If you set up these tests, the build will break as soon as someone violates the module boundaries. This forces the team to go through the API or consciously adjust the architecture rather than accidentally undermining it.

3. Decoupling through events

Sometimes module A has to do something when something happens in module B without B knowing about A. Example: When a new user is registered (‘Users’ module), a welcome email should be sent (‘Notification’ module). Instead of Users calling the NotificationService, it publishes an event: UserRegisteredEvent. The Notification module listens to it. This all happens in-process (in memory), so it’s extremely fast and doesn’t require a message broker like Kafka (although you could easily switch to it later).

The Way Out – From Modular Monolith to Microservices (if necessary)

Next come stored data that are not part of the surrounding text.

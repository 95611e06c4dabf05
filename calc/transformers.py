"""Transformers: rated currents and ratios, sizing, fault level, regulation and taps, losses,
buck-boost connections, and equipment built for another supply (voltage and frequency).

Quantities follow the nomenclature page: apparent_power [VA], voltage [V] line-to-line for
three-phase, current [A], power [W]; impedances in percent on the transformer's own rating.
"""

import math
from typing import NamedTuple

from calc import cautions, network, voltage_drop
from calc.errors import InputError
from calc.spec import Calculator, Input, Output, Result
from calc.units import format_quantity as fq

SQRT3 = math.sqrt(3.0)

# Preferred kVA ratings. Source: IEEE/ANSI C57.12 series preferred ratings (read, approximate,
# as quoted in REFERENCE_VALUES section 5); IEC practice: 100 to 3150 kVA as IEC 60076 lists them
# (from memory). 25 and 50 kVA are the smallest ratings of the same distribution series (EU
# Regulation 548/2014 Annex I Table I.1, from memory); 4000 to 10 000 kVA continue the R10
# numbers (IEC 60076-1, from memory).
PREFERRED_KVA_1PH_NA = (5, 10, 15, 25, 37.5, 50, 75, 100, 167, 250, 333, 500, 833, 1250, 1667,
                        2500, 3333, 5000)
PREFERRED_KVA_3PH_NA = (3, 9, 15, 30, 45, 75, 112.5, 150, 225, 300, 500, 750, 1000, 1500, 2000,
                        2500, 3750, 5000, 7500, 10000)
PREFERRED_KVA_IEC = (25, 50, 100, 160, 250, 315, 400, 500, 630, 800, 1000, 1250, 1600, 2000, 2500,
                     3150, 4000, 5000, 6300, 8000, 10000)

# Line-to-neutral voltages of common wye systems (120/208, 127/220, 230/400, 277/480, 347/600).
# Entered as a three-phase line-to-line voltage they usually mean a mix-up. Common practice.
COMMON_LINE_TO_NEUTRAL_V = (120.0, 127.0, 230.0, 277.0, 347.0)

# Winding connections: the winding voltage is the line voltage for delta, line/sqrt(3) for wye.
CONNECTIONS = (
    ("delta-wye", "Delta – wye (Dyn)"),
    ("delta-delta", "Delta – delta (Dd)"),
    ("wye-wye", "Wye – wye (Yyn)"),
    ("wye-delta", "Wye – delta (Yd)"),
)


def full_load_current(apparent_power, voltage, phases):
    """Rated line current of a transformer winding.

    Parameters
    ----------
    apparent_power : float
        Rated apparent power [VA].
    voltage : float
        Rated voltage [V]; line-to-line for three-phase.
    phases : int
        1 or 3.

    Returns
    -------
    float
        Line current at rated apparent power and rated voltage [A].

    Notes
    -----
    I = S / V (single-phase) or I = S / (sqrt(3) V_LL) (balanced three-phase).

    References
    ----------
    S. J. Chapman, *Electric Machinery Fundamentals*, 5th ed., section 2.10 (three-phase
    transformers) — from memory.

    Examples
    --------
    >>> round(full_load_current(75e3, 208.0, 3), 1)
    208.2
    """
    if phases == 3:
        return apparent_power / (SQRT3 * voltage)
    return apparent_power / voltage


def winding_voltage(line_voltage, connection_side):
    """Voltage across one winding [V]: the line voltage for delta, line/sqrt(3) for wye."""
    return line_voltage if connection_side == "delta" else line_voltage / SQRT3


def turns_ratio(primary_voltage, secondary_voltage, phases, connection="delta-delta"):
    """Winding turns ratio N1/N2 of an ideal transformer.

    For single-phase it is V1/V2. For three-phase it is the ratio of the winding voltages, which
    differs from the line-voltage ratio by sqrt(3) for delta-wye and wye-delta.

    Examples
    --------
    >>> round(turns_ratio(480.0, 208.0, 3, "delta-wye"), 3)
    3.997
    """
    if phases != 3:
        return primary_voltage / secondary_voltage
    primary_side, secondary_side = connection.split("-")
    return winding_voltage(primary_voltage, primary_side) / winding_voltage(
        secondary_voltage, secondary_side
    )


def _ratio_display(ratio):
    if ratio >= 1.0:
        return f"{fq(ratio, '')} : 1"
    return f"1 : {fq(1.0 / ratio, '')}"


def _is_preferred(kva, phases):
    lists = (PREFERRED_KVA_3PH_NA if phases == 3 else PREFERRED_KVA_1PH_NA, PREFERRED_KVA_IEC)
    return any(math.isclose(kva, rating, rel_tol=1e-9) for table in lists for rating in table)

The strongest argument against the monolith is often: “But what if we become so successful that we have to scale?”

This is exactly where the Modular Monolith comes into its own. It is not a dead end, but a launching pad.

Imagine your startup explodes. Your ImageProcessing module makes the server glow while the rest of the application gets bored. You would now be lost in a “Big Ball of Mud”. Everything is interwoven, nothing can be isolated.

In your Modular Monolith, however, you have already defined Bounded Contexts. You have clear APIs. You have no cyclic dependencies. To turn the ImageProcessing module into a true microservice you need to:

  1. Move the code folder to a new repository.
  2. Replace the internal ImageProcessingService interface with a gRPC or REST client.
  3. Done.

The rest of your application barely notices the difference because the logical boundaries have always been there. So you don’t scale based on hype, you scale based on real metrics and pain. You only extract what really needs to be independent.

Fazit: Build for problems you actually have.

Software architecture is the art of delaying decisions as long as possible without blocking progress. Building microservices from day 1 is premature optimization. A modular monolith gives you the speed at the beginning and the flexibility later.

Be pragmatic. Be lazy (in the best sense). And only build like Netflix when you are Netflix.